OpenDance: Multimodal Controllable 3D Dance Generation Using Large-scale Internet Data
This work addresses the challenge of generating controllable and diverse 3D dance animations for creative applications, representing an incremental advancement with a new dataset and method.
The paper tackles the problem of music-driven dance generation by addressing limitations in data and controllability, resulting in OpenDanceNet, a framework that achieves high-fidelity and flexible controllability as demonstrated in comprehensive experiments.

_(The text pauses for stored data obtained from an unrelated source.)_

/**
 * Accounts by mail, no session needed:
 * POST /api/signup                         a GC new to Trimout: company + first account (unconfirmed)
 * POST /api/email-confirmations/:token     confirm the address, then signed in
 * POST /api/password-resets                ask for a reset link (always the same 202)
 * GET  /api/password-resets/:token         is the link still good?
 * POST /api/password-resets/:token         new password: every other session ends, then signed in
 *
 * No answer tells whether an address has an account: sign-up and reset requests answer the same
 * 202 either way, and the mail (to the address's owner) says what happened.
 */
import { Router, type NextFunction, type Request, type Response } from 'express';
import { rateLimit } from 'express-rate-limit';
import { UniqueConstraintError } from 'sequelize';
import type { z } from 'zod';
import {
  passwordResetRequestSchema,
  passwordResetSchema,
  signUpSchema,
  tokenParamsSchema,
  type AcceptedResponse,
  type PasswordResetPreview,
} from '../../shared/schemas/auth';
import { signInAs } from '../auth/establish';
import { hashPassword } from '../auth/passwords';
import { tooManyRequests } from '../errors';
import type { MailService } from '../mail';
import { validate, valid } from '../middleware/validate';
import { policy } from '../policies';
import type { AccountLimits } from '../services/rateLimitStore';
import { confirmEmail } from '../commands/confirmEmail';
import { sendPasswordReset } from '../commands/sendPasswordReset';
import { resetPassword } from '../commands/resetPassword';
import { signUp } from '../commands/signUp';
import { hashToken, inspectToken } from '../services/tokens';
import { inTransaction, sequelizeOf } from '../services/records';
import { idempotentWrite } from '../services/idempotency';

export interface AccountRouteOptions {
  mail: MailService;
  log: (message: string, err?: unknown) => void;
  /** The sign-in limits: the same per-address budget; per-account for mails to one address. */
  limits: AccountLimits;
}

export const SIGN_UP_ACCEPTED: AcceptedResponse = {
  message: 'Check your e-mail: we sent a link to confirm your address. It works for 24 hours.',
};
export const RESET_ACCEPTED: AcceptedResponse = {
  message: 'If that address has a Trimout account, we sent it a link to choose a new password. It works for 1 hour.',
};

type Token = z.infer<typeof tokenParamsSchema>;

export function accountsRouter(options: AccountRouteOptions): Router {
  const router = Router();
  const { mail } = options;
  const { windowMs } = options.limits;
  const tooMany = (_req: Request, _res: Response, next: NextFunction) =>
    next(tooManyRequests('Too many attempts. Wait a few minutes and try again.', Math.ceil(windowMs / 1000)));
  const perAddress = rateLimit({
    windowMs,
    limit: options.limits.perAddress,
    standardHeaders: 'draft-8',
    legacyHeaders: false,
    handler: tooMany,
    store: options.limits.store?.('account-address'),
  });
  // Mails to one address: the same budget as failed sign-ins, so nobody can flood an inbox.
  const perEmail = rateLimit({
    windowMs,
    limit: options.limits.perAccount,
    standardHeaders: false,
    legacyHeaders: false,
    keyGenerator: (req) => `mail:${String(req.body?.email ?? '').trim().toLowerCase()}`,
    handler: tooMany,
    store: options.limits.store?.('account-mail'),
  });
  const perToken = rateLimit({
    windowMs,
    limit: options.limits.perAccount,
    standardHeaders: false,
    legacyHeaders: false,
    keyGenerator: (req) => `token:${hashToken(String(req.params.token ?? ''))}`, // never keep the token itself
    handler: tooMany,
    store: options.limits.store?.('account-token'),
  });

  router.post('/signup', policy.public(), perAddress, validate({ body: signUpSchema }), perEmail, async (req, res) => {
    const input = valid<z.infer<typeof signUpSchema>>(req.valid.body);
    // Hash first, whatever happens next: every answer takes as long (no enumeration by timing).
    const passwordHash = await hashPassword(input.password);
    try {
      await idempotentWrite(req, res, async (transaction) => {
        await signUp({ transaction, mail }, input, passwordHash);
        return { status: 202, body: SIGN_UP_ACCEPTED };
      });
    } catch (err) {
      // Two sign-ups with one address at the same moment: the loser gets the same answer.
      if (err instanceof UniqueConstraintError && !res.headersSent) {
        res.status(202).json(SIGN_UP_ACCEPTED);
        return;
      }
      throw err;
    }
  });

  router.post('/email-confirmations/:token', policy.public(), perAddress, validate({ params: tokenParamsSchema }), perToken, async (req, res) => {
    const { token } = valid<Token>(req.valid.params);
    const userId = await inTransaction(req, (transaction) => confirmEmail({ transaction }, token));
    res.status(200).json(await signInAs(req, userId));
  });

  router.post('/password-resets', policy.public(), perAddress, validate({ body: passwordResetRequestSchema }), perEmail, async (req, res) => {
    const { email } = valid<z.infer<typeof passwordResetRequestSchema>>(req.valid.body);
    // Answer first, then do the work: the answer's time cannot tell a known address from an unknown one.
    res.status(202).json(RESET_ACCEPTED);
    await sendPasswordReset({ sequelize: sequelizeOf(req), mail }, email).catch((err: unknown) =>
      options.log('password reset mail could not be prepared', err),
    );
  });

  router.get('/password-resets/:token', policy.public(), perAddress, validate({ params: tokenParamsSchema }), async (req, res) => {
    const { token } = valid<Token>(req.valid.params);
    const row = await inspectToken(token, 'password_reset');
    res.json({ valid: true, expiresAt: row.expiresAt.toISOString() } satisfies PasswordResetPreview);
  });

  router.post(
    '/password-resets/:token',
    policy.public(),
    perAddress,
    validate({ params: tokenParamsSchema, body: passwordResetSchema }),
    perToken,
    async (req, res) => {
      const { token } = valid<Token>(req.valid.params);
      const { password } = valid<z.infer<typeof passwordResetSchema>>(req.valid.body);
      await inspectToken(token, 'password_reset'); // a dead link fails before the slow hash
      const passwordHash = await hashPassword(password);
      const userId = await inTransaction(req, (transaction) => resetPassword({ transaction }, token, passwordHash));
      res.status(200).json(await signInAs(req, userId));
    },
  );

  return router;
}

Music-driven dance generation offers significant creative potential yet faces considerable challenges. The absence of fine-grained multimodal data and the difficulty of flexible multi-conditional generation limit previous works on generation controllability and diversity in practice. In this paper, we build OpenDance5D, an extensive human dance dataset comprising over 101 hours across 14 distinct genres. Each sample has five modalities to facilitate robust cross-modal learning: RGB video, audio, 2D keypoints, 3D motion, and fine-grained textual descriptions from human arts. Furthermore, we propose OpenDanceNet, a unified masked modeling framework for controllable dance generation conditioned on music and arbitrary combinations of text prompts, keypoints, or character positioning. Comprehensive experiments demonstrate that OpenDanceNet achieves high-fidelity and flexible controllability.